• **Task objective**:
Set down the line that contains "const double e_t" and every line after it to the end of the entries, exactly as they stand and nothing more.

• **Information given**:
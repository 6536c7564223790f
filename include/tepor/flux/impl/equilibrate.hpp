#pragma once
// From patches to the bound: checks, sweep, defects cell by cell, what the solver left over.

#include <algorithm>
#include <limits>
#include <tepor/base/error.hpp>
#include <tepor/base/text.hpp>
#include <tepor/flux/defect.hpp>
#include <tepor/flux/equilibrate.hpp>
#include <tepor/flux/line.hpp>
#include <tepor/flux/neighbours.hpp>
#include <tepor/flux/residual.hpp>
#include <tepor/flux/round.hpp>
#include <tepor/flux/sweep.hpp>

namespace tepor {
namespace detail {

inline void check_flux_problem(const FluxProblem& problem) {
    const MeshData& mesh = *problem.mesh;
    if (mesh.shape == CellShape::quadrilateral)
        throw Error(ErrorCode::not_certifiable, "mesh",
                    "no guaranteed bound for quadrilaterals; use triangles (tiles can make them) or estimate");
    if (mesh.dim == 2 && mesh.order > 2)
        throw Error(ErrorCode::not_certifiable, "mesh",
                    text("no guaranteed bound for triangles of order ", mesh.order, "; use order 1 or 2, or estimate"));
    if (mesh.dim == 2 && mesh.frame.power() > 0) {
        if (mesh.order > 1)
            throw Error(ErrorCode::not_certifiable, "mesh",
                        "no guaranteed bound for triangles of order 2 in r-z; use order 1, or estimate");
        if (!problem.sink.empty() || !problem.spread.empty() || !problem.stretch.empty() || !problem.traces.empty())
            throw Error(
                ErrorCode::not_certifiable, "frame",
                "no guaranteed bound in r-z with side films, spots, conductivity tensors or radiation; use estimate");
    }
    for (std::size_t c = 0; c < problem.conductivity.size(); ++c)
        if (!(problem.conductivity[c] > 0.0))
            throw Error(ErrorCode::bad_value, "conductivity",
                        text("conductivity ", problem.conductivity[c], ", expected > 0"), static_cast<Index>(c));
    for (std::size_t c = 0; c < problem.sink.size(); ++c)
        if (!(problem.sink[c] >= 0.0))
            throw Error(ErrorCode::not_certifiable, "sink",
                        text("a source that grows with the temperature (sink ", problem.sink[c],
                             " W/(m3 K)) has no guaranteed bound; use estimate"),
                        static_cast<Index>(c));
}

/// A body of revolution in the r-z plane.
inline bool is_round(const FluxProblem& problem) noexcept {
    return problem.mesh->dim == 2 && problem.mesh->frame.power() > 0;
}

inline FluxWork prepare_flux(const FluxProblem& problem, const double* temperature) {
    return {problem, temperature, side_neighbours(problem), side_moments(problem, temperature),
            is_round(problem) ? round_loads(problem) : source_loads(problem, temperature)};
}

/// Largest ratio |integral of (g - mean g) v| / (|g - mean g| |||v|||) on a cell: L. E. Payne and H. F. Weinberger, Arch. Rational
/// Mech. Anal. 5 (1960) 286 (convex cell), or the sink alone.
inline double oscillation_factor(const FluxProblem& problem, Index c) noexcept {
    const Id* n = problem.mesh->cell(c);
    const auto& x = problem.mesh->nodes;
    double longest = 0.0; // squared, in the coordinates in which the cell is isotropic
    for (int i = 0; i < 3; ++i) {
        const Point e = stretched(problem, as_id(c), x[as_size(n[i == 2 ? 0 : i + 1])] - x[as_size(n[i])]);
        longest = std::max(longest, dot(e, e));
    }
    const double k = problem.stretch.empty() ? problem.conductivity[as_size(c)] : 1.0;
    const double factor = std::sqrt(longest / k) / pi;
    const double sink = problem.sink.empty() ? 0.0 : problem.sink[as_size(c)];
    return sink > 0.0 ? std::min(factor, 1.0 / std::sqrt(sink)) : factor;
}

} // namespace detail

TEPOR_INLINE Equilibrated equilibrate(const FluxProblem& problem, const double* temperature) {
    using namespace detail;
    check_flux_problem(problem);
    const MeshData& mesh = *problem.mesh;
    if (mesh.dim == 1) return equilibrate_line(problem, temperature);
    const std::size_t cells = as_size(mesh.cell_count());
    const FluxWork work = prepare_flux(problem, temperature);
    Equilibrated flux;
    const bool round = is_round(problem);
    flux.per_side = round ? 3 : mesh.order + 1;
    flux.outflow.assign(cells * 3 * as_size(flux.per_side), 0.0);
    if (flux.per_side == 2) {
        sweep_order1(work, flux.outflow.data());
    } else {
        flux.bubble.assign(cells, 0.0);
        if (round)
            sweep_round(work, flux.outflow.data(), flux.bubble.data());
        else
            sweep_order2(work, flux.outflow.data(), flux.bubble.data());
    }
    flux.squared.resize(cells);
    std::vector<LeftOver> left_over(cells);
    double size_squared = 0.0;
    bool breach = false; // of the condition on the axis: the energy would be infinite
    for (std::size_t c = 0; c < cells; ++c) {
        if (flux.per_side == 2) {
            const Defect1 d = defect_order1(work, flux.outflow.data(), static_cast<Index>(c));
            flux.squared[c] = Defect1::product(d, d);
            left_over[c] = {d.left_over, rounding_unit * d.traffic};
            size_squared += d.area / d.k * d.size * d.size;
        } else {
            const Index q = static_cast<Index>(c);
            const Defect2 d = round ? defect_round(work, flux, q) : defect_order2(work, flux, q);
            flux.squared[c] = round ? round_product(problem, q, d, d) : Defect2::product(d, d);
            if (round && !vanishes_on_axis(problem, q, d, 1e-9 * std::sqrt(d.size_squared / (d.gxx + d.gyy))))
                breach = true;
            left_over[c] = {d.left_over, rounding_unit * d.traffic};
            size_squared += d.size_squared;
        }
    }
    flux.flow.resize(problem.sides.size());
    for (std::size_t i = 0; i < problem.sides.size(); ++i) {
        const FluxSide& side = problem.sides[i];
        flux.flow[i] = side_total(flux, side.side);
        double start = 0.0, end = 0.0;
        const double length = side_length(mesh, side.side, start, end);
        if (side.trace >= 0) {
            const SideTrace& trace = problem.traces[as_size(side.trace)];
            flux.squared[as_size(side.side.cell)] += length * trace.lost_squared / (trace.least_slope + side.film);
            size_squared += 4.0 * length * trace.size * trace.size / (trace.least_slope + side.film);
        }
        if (side.kind != SideKind::fixed &&
            side.film > 0.0) { // the two sides of a law agree to the rounding of its terms
            double t = std::abs(side.fluid);
            for (const double v : values_along(problem, temperature, side.side)) t = std::max(t, std::abs(v));
            if (side.kind == SideKind::contact)
                for (const double v : values_along(problem, temperature, problem.sides[as_size(side.partner)].side))
                    t = std::max(t, std::abs(v));
            size_squared += 4.0 * side.film * length * std::max(start, end) * t * t;
        }
    }
    double mixed = 0.0, lost = 0.0;
    if (!work.loads.lost.empty()) flux.lost.resize(cells);
    for (std::size_t c = 0; c < cells; ++c) {
        const double osc =
            flux.lost.empty() ? 0.0 : oscillation_factor(problem, static_cast<Index>(c)) * work.loads.lost[c];
        if (!flux.lost.empty()) flux.lost[c] = osc;
        flux.squared_total += flux.squared[c];
        lost += osc * osc;
        mixed += osc > 0.0 ? (std::sqrt(flux.squared[c]) + osc) * (std::sqrt(flux.squared[c]) + osc) : flux.squared[c];
    }
    flux.lost_total = std::sqrt(lost);
    flux.mixed_total = std::sqrt(mixed);
    const CarriedNorms carried = carry_left_over(work, left_over);
    flux.residual = breach ? std::numeric_limits<double>::infinity() : carried.residual;
    flux.rounding = carried.rounding + rounding_unit * std::sqrt(size_squared);
    return flux;
}

TEPOR_INLINE PairBound pair_bound(const FluxProblem& primal, const double* temperature, const Equilibrated& flux,
                                  const FluxProblem& adjoint, const double* influence,
                                  const Equilibrated& adjoint_flux) {
    using namespace detail;
    const MeshData& mesh = *primal.mesh;
    double product = 0.0;
    if (mesh.dim == 1) {
        product = line_product(primal, temperature, flux, adjoint, influence, adjoint_flux);
    } else {
        const bool round = is_round(primal);
        const auto loads = [&](const FluxProblem& p, const double* t) {
            return round ? round_loads(p) : source_loads(p, t);
        };
        const FluxWork first{primal, temperature, {}, {}, loads(primal, temperature)};
        const FluxWork second{adjoint, influence, {}, {}, loads(adjoint, influence)};
        for (Index c = 0; c < mesh.cell_count(); ++c) {
            if (flux.per_side == 2)
                product += Defect1::product(defect_order1(first, flux.outflow.data(), c),
                                            defect_order1(second, adjoint_flux.outflow.data(), c));
            else if (round)
                product +=
                    round_product(primal, c, defect_round(first, flux, c), defect_round(second, adjoint_flux, c));
            else
                product += Defect2::product(defect_order2(first, flux, c), defect_order2(second, adjoint_flux, c));
        }
    }
    // With inexact balances the two parts of a defect are not orthogonal: |e|^2 + |s|^2 <= eta^2 + 2 |e| lost.
    const double extra_t = flux.residual + flux.rounding, extra_z = adjoint_flux.residual + adjoint_flux.rounding;
    const double eta_t = std::sqrt(flux.squared_total) + extra_t,
                 eta_z = std::sqrt(adjoint_flux.squared_total) + extra_z;
    const double e_t = flux.bound(), e_z = adjoint_flux.bound();
    const double both_t = std::sqrt(eta_t * eta_t + 2.0 * e_t * flux.lost_total);
    const double both_z = std::sqrt(eta_z * eta_z + 2.0 * e_z * adjoint_flux.lost_total);
    PairBound out;
    out.correction = 0.5 * product;
    out.half_width = 0.5 * both_t * both_z + 0.5 * (e_t * adjoint_flux.lost_total + e_z * flux.lost_total) +
                     0.5 * (eta_t * extra_z + extra_t * eta_z + extra_t * extra_z);
    return out;
}

} // namespace tepor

• **Answer box**:
    const double e_t = flux.bound(), e_z = adjoint_flux.bound();
    const double both_t = std::sqrt(eta_t * eta_t + 2.0 * e_t * flux.lost_total);
    const double both_z = std::sqrt(eta_z * eta_z + 2.0 * e_z * adjoint_flux.lost_total);
    PairBound out;
    out.correction = 0.5 * product;
    out.half_width = 0.5 * both_t * both_z + 0.5 * (e_t * adjoint_flux.lost_total + e_z * flux.lost_total) +
                     0.5 * (eta_t * extra_z + extra_t * eta_z + extra_t * extra_z);
    return out;
}

} // namespace tepor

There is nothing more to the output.